“MicroMR” is a new type of nuclear magnetic resonance imaging NMR analyzer that has both analyzing and imaging functions. It is more accurate and more stable than the old types. Comparing to the old types, it has following advantages. En primer lugar, it has an independent Pulse Sequence Generator (PSG) that can control pulse sequence precisely and stably. En segundo lugar, it has both Radio Frequency (RF) transmitting circuit and RF receiving circuit, which can enhance the signal-to-noise ratio of Nuclear Magnetic Resonance (RMN) signals. Por último, it has a temperature control system with high accuracy, which guarantees the repeatability of measurement.
The following is the framework of RMN de mesa
Higo 1:The framework of NIUMAG benchtop NMR
According to the function, bench top NMR can be divided into five parts: Computadora de control industrial (ICC) with NMdigi Spectrometer System, RF Electronic Unit (RFEU), Gradient Amplifier Unit (GAU), Unidad magnética (MU) and Power Supply Unit (PSU). ICC is the brain of the machine. It receives instructions from users and controls other units to execute tasks. Also it finishes other tasks such as data processing, image rebuilding etc. RFEU transmits RF signals and receives NMR signals both by RF coil. GAU supplies gradient magnetic field. MU generates homogeneous magnetic field.

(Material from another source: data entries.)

/**
 * What      Refractive index of moist air,
 *             n - 1 = (rho_a/rho_axs) (n_axs - 1) + (rho_v/rho_vs) (n_ws - 1),
 *           dry part a at the density of standard dry air (15 C, 101325 Pa), water part v at that of pure vapour
 *           (20 C, 1333 Pa); densities from the BIPM 1981/91 equation with its compressibility Z.
 * Units     vacuum wavelength um; temperature C; pressure Pa; humidity 0..1 (relative, over liquid water);
 *           co2 in parts per million.
 * Domain    fitted for 0.3-1.69 um, -40..100 C, 8e4-1.2e5 Pa; used beyond without a jump. Zero pressure gives n = 1.
 * Accuracy  the author claims 2e-8 to 5e-8; reproduces the printed tables to half their last digit
 *           (tests/reference/air-index.test.ts).
 * Source    Ciddor, Appl. Opt. 35, 1566 (1996), equations 1-5 and appendices A-B.
 */
export interface AirState {
  readonly temperature_C: number;
  readonly pressure_Pa: number;
  readonly humidity: number;
  readonly co2_ppm: number;
}

/** Standard air: 15 C, 101325 Pa, dry, 450 ppm of carbon dioxide. */
export const STANDARD_AIR: AirState = { temperature_C: 15, pressure_Pa: 101325, humidity: 0, co2_ppm: 450 };

/** What the state of the air means for its index: factors of the dry and the water dispersion. */
export interface AirRefraction {
  readonly dry: number;
  readonly water: number;
}

const GAS = 8.31451; // J/(mol K), the value that the equations of 1996 were built with
const MOLAR_WATER = 0.018015; // kg/mol

function molarDry(co2_ppm: number): number {
  return 1e-3 * (28.9635 + 12.011e-6 * (co2_ppm - 400));
}

function compressibility(t: number, p: number, xw: number): number {
  const T = t + 273.15;
  const a = 1.58123e-6 - 2.9331e-8 * t + 1.1043e-10 * t * t;
  const b = (5.707e-6 - 2.051e-8 * t) * xw;
  const c = (1.9898e-4 - 2.376e-6 * t) * xw * xw;
  const ratio = p / T;
  return 1 - ratio * (a + b + c) + ratio * ratio * (1.83e-11 - 0.765e-8 * xw * xw);
}

/** Saturation pressure of water vapour over liquid water, Pa (Davis 1992, as in Ciddor 1996). */
export function waterSaturation_Pa(temperature_C: number): number {
  const T = temperature_C + 273.15;
  return Math.exp(1.2378847e-5 * T * T - 1.9121316e-2 * T + 33.93711047 - 6.3431645e3 / T);
}

/** The state of the air with the water given as partial pressure (Pa) in place of relative humidity. */
export function refractionOfMoistAir(
  temperature_C: number,
  pressure_Pa: number,
  water_Pa: number,
  co2_ppm: number,
): AirRefraction {
  if (pressure_Pa <= 0) return { dry: 0, water: 0 };
  const t = temperature_C;
  const enhancement = 1.00062 + 3.14e-8 * pressure_Pa + 5.6e-7 * t * t;
  const xw = (enhancement * water_Pa) / pressure_Pa;
  const Ma = molarDry(co2_ppm);
  const moles = pressure_Pa / (compressibility(t, pressure_Pa, xw) * GAS * (t + 273.15));
  const standard = (101325 * Ma) / (compressibility(15, 101325, 0) * GAS * 288.15);
  const vapour = (1333 * MOLAR_WATER) / (compressibility(20, 1333, 1) * GAS * 293.15);
  return {
    dry: ((moles * Ma * (1 - xw)) / standard) * (1 + 0.534e-6 * (co2_ppm - 450)),
    water: (moles * MOLAR_WATER * xw) / vapour,
  };
}

export function refractionOfAir(state: AirState): AirRefraction {
  const water = state.humidity * waterSaturation_Pa(state.temperature_C);
  return refractionOfMoistAir(state.temperature_C, state.pressure_Pa, water, state.co2_ppm);
}

/** n - 1 at a vacuum wavelength (um). */
export function airRefractivity(vacuum_um: number, air: AirRefraction): number {
  const s2 = 1 / (vacuum_um * vacuum_um);
  const dry = 5792105 / (238.0185 - s2) + 167917 / (57.362 - s2);
  const water = 1.022 * (295.235 + s2 * (2.6422 + s2 * (-0.03238 + s2 * 0.004028)));
  return 1e-8 * (air.dry * dry + air.water * water);
}

/** dn/d(vacuum wavelength), 1/um. */
export function airRefractivityDerivative(vacuum_um: number, air: AirRefraction): number {
  const s2 = 1 / (vacuum_um * vacuum_um);
  const dry = 5792105 / (238.0185 - s2) ** 2 + 167917 / (57.362 - s2) ** 2;
  const water = 1.022 * (2.6422 + s2 * (-0.06476 + s2 * 0.012084));
  return ((1e-8 * (air.dry * dry + air.water * water) * -2) / vacuum_um) * s2;
}

/**
 * Vacuum wavelength of an air wavelength (um): the fixed point of lambda_vac = n(lambda_vac) lambda_air. Each step
 * shrinks the error by |lambda dn/dlambda| < 1e-4, so a few steps reach the last bit.
 */
export function vacuumFromAir_um(air_um: number, air: AirRefraction): number {
  let vacuum = air_um;
  for (let step = 0; step < 12; step++) {
    const next = air_um * (1 + airRefractivity(vacuum, air));
    if (next === vacuum || !Number.isFinite(next)) return next;
    vacuum = next;
  }
  return vacuum;
}
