import type { BrowserWindowConstructorOptions } from "electron";

/** A window whose page has no Node, no reach into this process but the preload script's bridge, and a sandbox. */
export function pageWindowOptions(preload: string, devTools: boolean): BrowserWindowConstructorOptions {
  return {
    title: "Rungline",
    width: 1280,
    height: 800,
    minWidth: 960,
    minHeight: 600,
    show: false,
    webPreferences: {
      preload,
      contextIsolation: true,
      sandbox: true,
      nodeIntegration: false,
      nodeIntegrationInWorker: false,
      nodeIntegrationInSubFrames: false,
      webSecurity: true,
      webviewTag: false,
      navigateOnDragDrop: false,
      // The spelling checker would fetch dictionaries.
      spellcheck: false,
      devTools,
    },
  };
}
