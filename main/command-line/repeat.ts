import { differences } from "../../app/protocol/index.ts";
import type { RunglineResult } from "../../app/protocol/index.ts";
import { programVersion } from "../services/index.ts";
import type { Choices } from "./choices.ts";

const SHOWN = 5;

/** Before a run is repeated: what is no longer as it was, but for the inputs; empty where nothing is repeated. */
export function changesInWords({ repeats, protocol }: Choices): string {
  const [first] = repeats?.results ?? [];
  if (repeats === null || first === undefined) return "";
  const lines: string[] = [];
  const versions = [...new Set(repeats.results.map((result) => result.run.version))];
  for (const version of versions)
    if (version !== programVersion())
      lines.push(
        `version changed: ${repeats.shown} was made by Rungline ${version}, this is ${programVersion()}`,
      );
  const changed = differences(first.protocol, protocol);
  for (const { key, was, is } of changed.slice(0, SHOWN))
    lines.push(`protocol changed: ${key} was ${inWords(was)}, is ${inWords(is)}`);
  if (changed.length > SHOWN) lines.push(`protocol changed: ${changed.length - SHOWN} more keys`);
  return lines.map((line) => `rungline: ${line}\n`).join("");
}

/** After a fit: whether it came out as the recorded one, or that its input is another. */
export function repeatInWords({ repeats, protocol }: Choices, result: RunglineResult): string {
  if (repeats === null || repeats.results.length === 0) return "";
  const { file, sha256 } = result.source;
  const recorded =
    repeats.results.find((one) => one.source.sha256 === sha256 && one.source.file === file) ??
    repeats.results.find((one) => one.source.sha256 === sha256);
  if (recorded === undefined) {
    const named = repeats.results.find((one) => one.source.file === file);
    return named === undefined
      ? `  input changed: ${repeats.shown} was not made from this file (SHA-256 ${sha256})\n`
      : `  input changed: SHA-256 of ${file} was ${named.source.sha256}, is ${sha256}\n`;
  }
  const comparable = (one: RunglineResult): object => ({
    ...one,
    run: null,
    protocol: null,
    source: { ...one.source, file: null },
  });
  const found = differences(comparable(recorded), comparable(result));
  if (found.length === 0) return `  repeats ${repeats.shown} to the last bit\n`;
  const { key, was, is } = found[0]!;
  const cause =
    recorded.run.version !== result.run.version || differences(recorded.protocol, protocol).length > 0
      ? ""
      : recorded.run.node !== result.run.node
        ? ` (same input, protocol and version; it ran on ${recorded.run.node}, this is ${result.run.node})`
        : " (same input, protocol and version)";
  return `  differs from ${repeats.shown} in ${found.length} values${cause}; the first, ${key}, was ${inWords(was)}, is ${inWords(is)}\n`;
}

function inWords(value: unknown): string {
  return value === undefined ? "not there" : JSON.stringify(value);
}
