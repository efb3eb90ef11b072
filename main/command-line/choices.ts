import { readFile } from "node:fs/promises";
import { resolve } from "node:path";
import {
  choicesFromSetting,
  composeChoices,
  parseProtocolSource,
  resolveProtocol,
  wordProtocolIssue,
  wordResultIssue,
  type Protocol,
  type ProtocolInput,
  type ProtocolSource,
  type RunglineResult,
} from "../../app/protocol/index.ts";
import { reasonInWords } from "../services/index.ts";
import { UsageError } from "./exit-status.ts";

export interface ChoiceOptions {
  readonly protocol?: string;
  readonly material?: string;
  readonly set: readonly string[];
}

export interface Choices {
  /** As written, for the task. */
  readonly choices: unknown;
  /** Spelled out, for the file beside the result. */
  readonly protocol: Protocol;
  /** The results whose run is to be repeated, and the file they came from; null where it is a protocol alone. */
  readonly repeats: { readonly shown: string; readonly results: readonly RunglineResult[] } | null;
}

/** Later settings win, `--set` over `--material` over `--protocol`; whatever is wrong with them is wrong usage. */
export async function readChoices(options: ChoiceOptions, workingFolder: string): Promise<Choices> {
  const file =
    options.protocol === undefined
      ? null
      : await readProtocolFile(resolve(workingFolder, options.protocol), options.protocol);
  const settings = options.set.map((setting): ProtocolInput => {
    const choices = choicesFromSetting(setting);
    if (choices === null)
      throw new UsageError(`--set ${setting}: expected key=value, for example --set axis.medium=vacuum`);
    return choices;
  });
  const choices = composeChoices(file?.choices, options.material ?? null, settings);
  const protocol = resolveProtocol(choices);
  const repeats =
    file === null || file.results.length === 0 ? null : { shown: options.protocol!, results: file.results };
  if (protocol.ok) return { choices, protocol: protocol.value, repeats };
  throw new UsageError(
    protocol.issues
      .map(wordProtocolIssue)
      .map(({ message, remedy }) => `${message}; ${remedy}`)
      .join("\nrungline: "),
  );
}

async function readProtocolFile(path: string, shown: string): Promise<ProtocolSource> {
  let text: string;
  try {
    text = await readFile(path, "utf8");
  } catch (cause) {
    throw new UsageError(`--protocol ${shown}: ${reasonInWords(cause)}`);
  }
  const source = parseProtocolSource(text);
  if (source.ok) return source.value;
  const { message, remedy } = wordResultIssue(source.issues[0]!);
  throw new UsageError(`--protocol ${shown}: ${message}; ${remedy}`);
}
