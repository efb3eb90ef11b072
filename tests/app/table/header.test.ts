import { describe, expect, it } from "vitest";
import { splitColumnName } from "../../../app/table/index.ts";
import { rowsOf, skippedOf, tableOf } from "./reading.ts";

describe("a header cell is name and unit, as written", () => {
  // Derived: the unit is what the heading states to be one; a value in the heading belongs to the name.
  const NAMES: readonly (readonly [string, string, string])[] = [
    ["Energy (eV)", "Energy", "eV"],
    ["Energy(eV)", "Energy", "eV"],
    ["Photon energy / meV", "Photon energy", "meV"],
    ["Wellenlänge [nm]", "Wellenlänge", "nm"],
    ["Longueur d'onde en nm", "Longueur d'onde", "nm"],
    ["Energy in eV", "Energy", "eV"],
    ["Energie, eV", "Energie", "eV"],
    ["Energy eV", "Energy", "eV"],
    ["Wavenumber (cm-1)", "Wavenumber", "cm-1"],
    ["Wavenumber (cm⁻¹)", "Wavenumber", "cm⁻¹"],
    ["Wavenumber / cm^{-1}", "Wavenumber", "cm^{-1}"],
    ["Wavelength (Å)", "Wavelength", "Å"],
    ["Wavelength (nm, air)", "Wavelength (air)", "nm"],
    ["Wavelength (air) (nm)", "Wavelength (air)", "nm"],
    ["Frequency (THz)", "Frequency", "THz"],
    ["Transmission [%]", "Transmission", "%"],
    ["T(%)", "T", "%"],
    ["%T", "%T", ""],
    ["Absorbance", "Absorbance", ""],
    ["OD", "OD", ""],
    ["alpha (1/cm)", "alpha", "1/cm"],
    ["alpha / 1/cm", "alpha", "1/cm"],
    ["alpha 1/cm", "alpha", "1/cm"],
    ["alpha_per_cm", "alpha", "per cm"],
    ["α / cm⁻¹", "α", "cm⁻¹"],
    ["λ/nm", "λ", "nm"],
    ["wavelength_nm", "wavelength", "nm"],
    ["E_eV", "E", "eV"],
    ["eV", "", "eV"],
    ["T", "T", ""],
    ["5 uW", "5 uW", ""],
    ["0.1 mW", "0.1 mW", ""],
    ["P = 20 µW", "P = 20 µW", ""],
    ["P = 20 µW (%)", "P = 20 µW", "%"],
    ["T (5 uW)", "T (5 uW)", ""],
    ["alpha (corrected)", "alpha (corrected)", ""],
    ["ln(1/T)", "ln(1/T)", ""],
    ["-log10(1/T)", "-log10(1/T)", ""],
    ["I/I0", "I/I0", ""],
    ["Counts", "Counts", ""],
    ["Intensity (arb. units)", "Intensity", "arb. units"],
    ["Reflectance contrast", "Reflectance contrast", ""],
    ["", "", ""],
  ];
  for (const [header, name, unit] of NAMES)
    it(`"${header}"`, () => {
      expect(splitColumnName(header)).toEqual({ name, unit });
    });
});

const ROWS = "2.1,0.5\n2.2,0.4\n2.3,0.3\n";

describe("the heading is found where instruments put it", () => {
  const CASES: readonly (readonly [
    string,
    string,
    number | null,
    number | null,
    number,
    readonly string[],
  ])[] = [
    ["none at all", ROWS, null, null, 1, ["|", "|"]],
    ["the line above the rows", "Energy (eV),T\n" + ROWS, 1, null, 2, ["Energy|eV", "T|"]],
    ["a comment above the rows", "# Energy (eV), T\n" + ROWS, 1, null, 2, ["Energy|eV", "T|"]],
    ["names, then units", "Energy,T\neV,%\n" + ROWS, 1, 2, 3, ["Energy|eV", "T|%"]],
    ["names, then units in brackets", "Energy,T\n[eV],[-]\n" + ROWS, 1, 2, 3, ["Energy|eV", "T|"]],
    ["units only", "eV,%\n" + ROWS, 1, null, 2, ["|eV", "|%"]],
    ["names, units and labels", "Energy,T\neV,%\n,5 uW\n" + ROWS, 1, 2, 4, ["Energy|eV", "T 5 uW|%"]],
    ["a blank line below it", "Energy (eV),T\n\n" + ROWS, 1, null, 3, ["Energy|eV", "T|"]],
    ["a rule below it", "Energy (eV),T\n------------\n" + ROWS, 1, null, 3, ["Energy|eV", "T|"]],
    [
      "facts above it",
      "Temperature,4.2 K\nPower,5 uW\nEnergy (eV),T\n" + ROWS,
      3,
      null,
      4,
      ["Energy|eV", "T|"],
    ],
    ["facts and no heading", "Temperature,4.2 K\nSample,A7\n" + ROWS, null, null, 3, ["|", "|"]],
    ["a comment that states facts", "# Temperature: 4.2 K, power: 5 uW\n" + ROWS, null, null, 2, ["|", "|"]],
    ["quoted, over two lines", '"Energy\n(eV)",T\n' + ROWS, 1, null, 3, ["Energy|eV", "T|"]],
    ["tabs above commas", "Energy (eV)\tT\n" + ROWS, 1, null, 2, ["Energy|eV", "T|"]],
    ["separators in excess", "Energy (eV),T,,\n" + ROWS, 1, null, 2, ["Energy|eV", "T|"]],
    ["columns and rows counted above it", "2,3\nEnergy (eV),T\n" + ROWS, 2, null, 3, ["Energy|eV", "T|"]],
  ];
  for (const [title, text, headerLine, unitLine, firstDataLine, columns] of CASES)
    it(title, () => {
      const table = tableOf(text);
      expect(table.dialect).toMatchObject({ headerLine, unitLine, firstDataLine });
      expect(table.columns.map((column) => `${column.name}|${column.unit}`)).toEqual(columns);
      expect(rowsOf(table)).toEqual([
        [2.1, 0.5],
        [2.2, 0.4],
        [2.3, 0.3],
      ]);
    });

  const SPACED: readonly (readonly [string, readonly string[]])[] = [
    ["Energy(eV) T", ["Energy|eV", "T|"]],
    ["Energy (eV) T (%)", ["Energy|eV", "T|%"]],
    ["Photon energy (eV)   Transmission (%)", ["Photon energy|eV", "Transmission|%"]],
    ["E / eV T / %", ["E|eV", "T|%"]],
    ["Energy eV T %", ["Energy|eV", "T|%"]],
    ["Energy (eV), T", ["Energy|eV", "T|"]],
    ["#Energy T", ["Energy|", "T|"]],
  ];
  for (const [line, columns] of SPACED)
    it(`"${line}" above rows set apart by spaces`, () => {
      const table = tableOf(`${line}\n  2.1  0.5\n  2.2  0.4\n  2.3  0.3\n`);
      expect(table.columns.map((column) => `${column.name}|${column.unit}`)).toEqual(columns);
      expect(table.dialect.headerLine).toBe(1);
    });

  it("powers name the signal columns, with or without a heading above", () => {
    const bare = tableOf(";5;10\n2.1;1;2\n2.2;3;4\n2.3;5;6\n");
    expect(bare.columns.map((column) => column.header)).toEqual(["", "5", "10"]);
    expect(bare.rows).toBe(3);
    const below = tableOf("Energy (eV);T;T\nPower (uW);5;10\n2.1;1;2\n2.2;3;4\n2.3;5;6\n");
    expect(below.columns.map((column) => column.name)).toEqual(["Energy", "T 5 uW", "T 10 uW"]);
    const words = tableOf("Energy (eV);P = 5 µW;P = 10 µW\n2.1;1;2\n2.2;3;4\n2.3;5;6\n");
    expect(words.columns.map((column) => column.name)).toEqual(["Energy", "P = 5 µW", "P = 10 µW"]);
  });

  it("a first row with a bad axis is no heading", () => {
    const table = tableOf("Energy (eV),T\nbad,0.5\n" + ROWS);
    expect(table.dialect).toMatchObject({ headerLine: 1, firstDataLine: 3 });
    expect(skippedOf(table)).toEqual([[2, null, "non-numeric"]]);
  });

  it("the user's header line wins, and 0 means none", () => {
    const text = "Long name,Short\nEnergy (eV),T\n" + ROWS;
    expect(tableOf(text, { headerLine: 1 }).columns[0]!.header).toBe("Long name");
    expect(tableOf(text, { headerLine: 0 }).columns[0]!.header).toBe("");
    expect(tableOf(text, { headerLine: 0 }).rows).toBe(3);
  });

  it("ragged rows near the top do not push the table down", () => {
    const table = tableOf("x,y1,y2\n1.0,2.0,3.0\n1.1,2.1,3.1\n1.2,2.2\n1.3,2.3\n1.4,2.4,3.4\n");
    expect(table.dialect.firstDataLine).toBe(2);
    expect(skippedOf(table)).toEqual([
      [4, null, "ragged"],
      [5, null, "ragged"],
    ]);
  });
});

NMdigi Spectrometer System
Higo 2:The inner framework of bench top NMdigi Spectrometer System
NMdigi Spectrometer System comprises one PSG, one DDS, one ADC and three DACs. These circuit boards are inserted in the PCI slots of ICC. The inner framework of NMdigi spectrometer system is illustrated in Fig 2. PSG controls DDS, ADC and DACs. It also sends gating signals to RFEU. DDS produces RF signals in specific shape for RFEU. ADC transforms the NMR signals from analogue form to digital form. DACs transform the gradient parameters into equal electric currents.
RF Electronic Unit
Higo 3:The inner framework of benchtop NMR RF Electronic Unit
RF amplifier amplifies the RF pulses sent by NMdigi spectrometer system and then the pulses are sent into RF coil. Preamplifier amplifies the NMR signals received from RF coil and then sends the signals to ADC of NMdigi spectrometer system. RF switch decides when the signals are transmitted and when the signals are received.
Gradient Amplifier Unit
Higo 4:The inner framework of Bench top NMR Gradient Amplifier Unit
Under the control of PSG, the three(X, Y, Z) routes of currents which are transformed by DACs are sent to the gradient amplifiers and then are sent to gradient coils for producing the gradient magnetic field.
Unidad magnética
Higo 5:The inner framework of Bench top NMR Magnet Unit
Magnet Unit consists of one magnet, three sets of gradient coils, one RF coil, one temperature sensor, four heaters and two fans. As illustrated in Fig 1-5, the magnet has two poles. The gradient coils(X, Y and Z) are stuck to the two poles. The temperature sensor is pasted on one of the poles. Two of heaters are adhered to the surface of the magnet and the other two are adhered to the surface of the fans.
Power Supply Unit
Higo 6:The inner framework of bench top NMR Power Supply Unit
Power Supply Unit is chiefly composed of power supply, temperature controller and constant current source. The transformer in Fig 6 transforms consumer voltage 220V into all kinds of working voltage needed by other units such as RF amplifier’s working voltage(24V), fan’s of PSU(12V), preamplifier’s(±5V), fans’ of MU(12V), and constant current source’s(20V). The temperature controller and the constant current source together construct the temperature control system. En primer lugar, the controller chooses a heating mode based on the temperature which sensor sends back. En segundo lugar, the controller sends the proper heating voltage to the constant current source. Por último, constant current source changes the voltage into current and sends to the heaters. And this is one circulation of heating process. To keep the stable temperature in MU, this process is circulating all the time.